La période d’opposition de Ben Bella après sa libération est moins parlante et même la plus ambiguë de son parcours politique. Il a tenté, avec le MDA, de susciter une opposition politique plus crédible et plus fédérée avec ses tentatives d’alliances avec Ait-Ahmed du FFS (Front des forces socialistes). Il a essayé d’affaiblir le pouvoir algérien par son aura internationale et ses réseaux vieillissants. Il a même tenté, après octobre 1988, un retour au pays en essayant de faire du MDA un parti démocratique alternatif.
L’apparition fulgurante de l’islamisme radical et son emprise sur les couches populaires et moyennes, puis la guerre larvée qui s’installe entre le FIS (Front islamique du salut) et le pouvoir l’ont réduit à un statut de personnage politique respectable, utile comme médiateur ou facilitateur, beaucoup plus qu’un opposant réel.
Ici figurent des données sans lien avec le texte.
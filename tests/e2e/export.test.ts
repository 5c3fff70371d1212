import { readFileSync } from 'node:fs';
import AxeBuilder from '@axe-core/playwright';
import { getDocument } from 'pdfjs-dist/legacy/build/pdf.mjs';
import type { Download, Locator, Page } from 'playwright-core';
import { afterAll, beforeAll, describe, expect, it } from 'vitest';
import { launchBrowser, type TestBrowser } from '../support/browser.ts';
import { node, signInAs } from './desk.ts';

let browser: TestBrowser;
beforeAll(async () => {
  browser = await launchBrowser();
});
afterAll(() => browser.close());

const openDialog = async (page: Page): Promise<Locator> => {
  await page.getByRole('button', { name: 'Export', exact: true }).click();
  const dialog = page.getByRole('dialog', { name: 'Export the sheet' });
  await dialog.waitFor();
  return dialog;
};

const exported = async (page: Page, dialog: Locator, format: string): Promise<Download> => {
  const [file] = await Promise.all([
    page.waitForEvent('download'),
    dialog.getByRole('button', { name: `Export ${format}` }).click(),
  ]);
  await dialog.waitFor({ state: 'detached' });
  return file;
};

const bytesOf = async (file: Download): Promise<Buffer> => readFileSync((await file.path())!);

const openSheet = async (page: Page, title: RegExp): Promise<void> => {
  await signInAs(page, 'presales');
  await page.getByRole('link', { name: title }).first().click();
  await node(page, 'sheet').waitFor();
};

const wordsOf = async (
  pdf: Buffer,
): Promise<{ readonly pages: number; readonly words: readonly string[] }> => {
  const document = await getDocument({ data: new Uint8Array(pdf), verbosity: 0 }).promise;
  const { items } = await (await document.getPage(1)).getTextContent();
  return { pages: document.numPages, words: items.flatMap((item) => ('str' in item ? [item.str] : [])) };
};

describe('a sheet that leaves', () => {
  it('is previewed, goes out in every format under a name of its own, and the choice is remembered', async () => {
    const page = await browser.newPage();
    await openSheet(page, /with planted faults/);

    let dialog = await openDialog(page);
    await dialog.getByRole('img', { name: /Preview of the sheet/ }).waitFor();
    const axe = await new AxeBuilder({ page }).include('[role=dialog]').analyze();
    expect(axe.violations.map(({ id }) => id)).toEqual([]);

    const pdf = await exported(page, dialog, 'PDF');
    expect(pdf.suggestedFilename()).toMatch(/^smf-l2-\d+-terminals-stretch-with-planted-faults\.pdf$/);
    const { pages, words } = await wordsOf(await bytesOf(pdf));
    expect(pages).toBe(1);
    expect(words).toContain('10.255.0.1');
    expect(words).not.toContain('VNIs differ');

    dialog = await openDialog(page);
    await dialog.getByText('SVG', { exact: true }).click();
    await dialog.getByRole('checkbox', { name: 'Findings' }).check();
    await dialog.getByRole('checkbox', { name: 'Cabling' }).uncheck();
    await dialog.getByLabel('Look').selectOption('Black on white');
    const svg = (await bytesOf(await exported(page, dialog, 'SVG'))).toString('utf8');
    expect(svg).toContain('VNIs differ');
    expect(svg).toContain('Shows underlay and overlay only');
    expect(svg).not.toContain('#0072b2');

    await page.reload();
    dialog = await openDialog(page);
    expect(await dialog.getByRole('checkbox', { name: 'Findings' }).isChecked()).toBe(true);
    // Layers are those on screen.
    expect(await dialog.getByRole('checkbox', { name: 'Cabling' }).isChecked()).toBe(true);
    await dialog.getByText('PNG', { exact: true }).click();
    await dialog.getByText('3×', { exact: true }).click();
    await dialog.getByText('3,942 × 2,787 px').waitFor();
    const png = await bytesOf(await exported(page, dialog, 'PNG'));
    expect([png.readUInt32BE(16), png.readUInt32BE(20)]).toEqual([3942, 2787]);
  });

  it('says why no PDF came, stops drawing one on request, and takes what is on screen', async () => {
    const page = await browser.newPage();
    await openSheet(page, /standby controller/);
    const dialog = await openDialog(page);
    await page.route('**/sheet.pdf*', (route) =>
      route.fulfill({
        status: 503,
        json: { code: 'unavailable', message: 'Many sheets are being drawn just now.', requestId: 'r' },
      }),
    );
    await dialog.getByRole('button', { name: 'Export PDF' }).click();
    await dialog.getByRole('alert').getByText('Many sheets are being drawn just now.').waitFor();

    // An answer that does not come.
    await page.route('**/sheet.pdf*', () => undefined);
    await dialog.getByRole('button', { name: 'Export PDF' }).click();
    await dialog.getByText('Drawing the PDF…').waitFor();
    await dialog.getByRole('button', { name: 'Cancel' }).click();
    await dialog.getByRole('button', { name: 'Close', exact: true }).last().waitFor();
    expect(await dialog.getByRole('alert').count()).toBe(0);

    // What is on screen, with the strip of caution under it.
    await dialog.getByText('PNG', { exact: true }).click();
    await dialog.getByText('As on screen', { exact: true }).click();
    await dialog.getByText('1×', { exact: true }).click();
    const canvas = (await page.locator('.sheet-canvas .react-flow').boundingBox())!;
    const seen = await bytesOf(await exported(page, dialog, 'PNG'));
    expect([seen.readUInt32BE(16), seen.readUInt32BE(20)]).toEqual([canvas.width, canvas.height + 24]);
    expect(seen.length).toBeGreaterThan(20_000);
  });

  it('is printed alone, black on white, on one page', async () => {
    const page = await browser.newPage({ theme: 'dark' });
    await openSheet(page, /with planted faults/);
    const printed = await page.pdf({ preferCSSPageSize: true, printBackground: true });
    const { pages, words } = await wordsOf(printed);
    expect(pages).toBe(1);
    expect(words.join(' ')).toContain('verify on your equipment');
    expect(words).toContain('Gullhaven');
    for (const onScreen of ['Export', 'Checks', 'VNIs differ']) expect(words).not.toContain(onScreen);
    await node(page, 'sheet').waitFor();
    expect(await page.locator('.printed-sheet').count()).toBe(0);
  });
});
Il a côtoyé le mouvement altermondialiste dont il était un des dirigeants symboliques. L’avènement de l’ère Bouteflika et le soutien qu’il lui apporta ont clos son parcours politique, dans l’indifférence de générations qui ne le connaissent pas et dans l’occultation de la mémoire qui caractérise le régime politique algérien et ses élites-relais.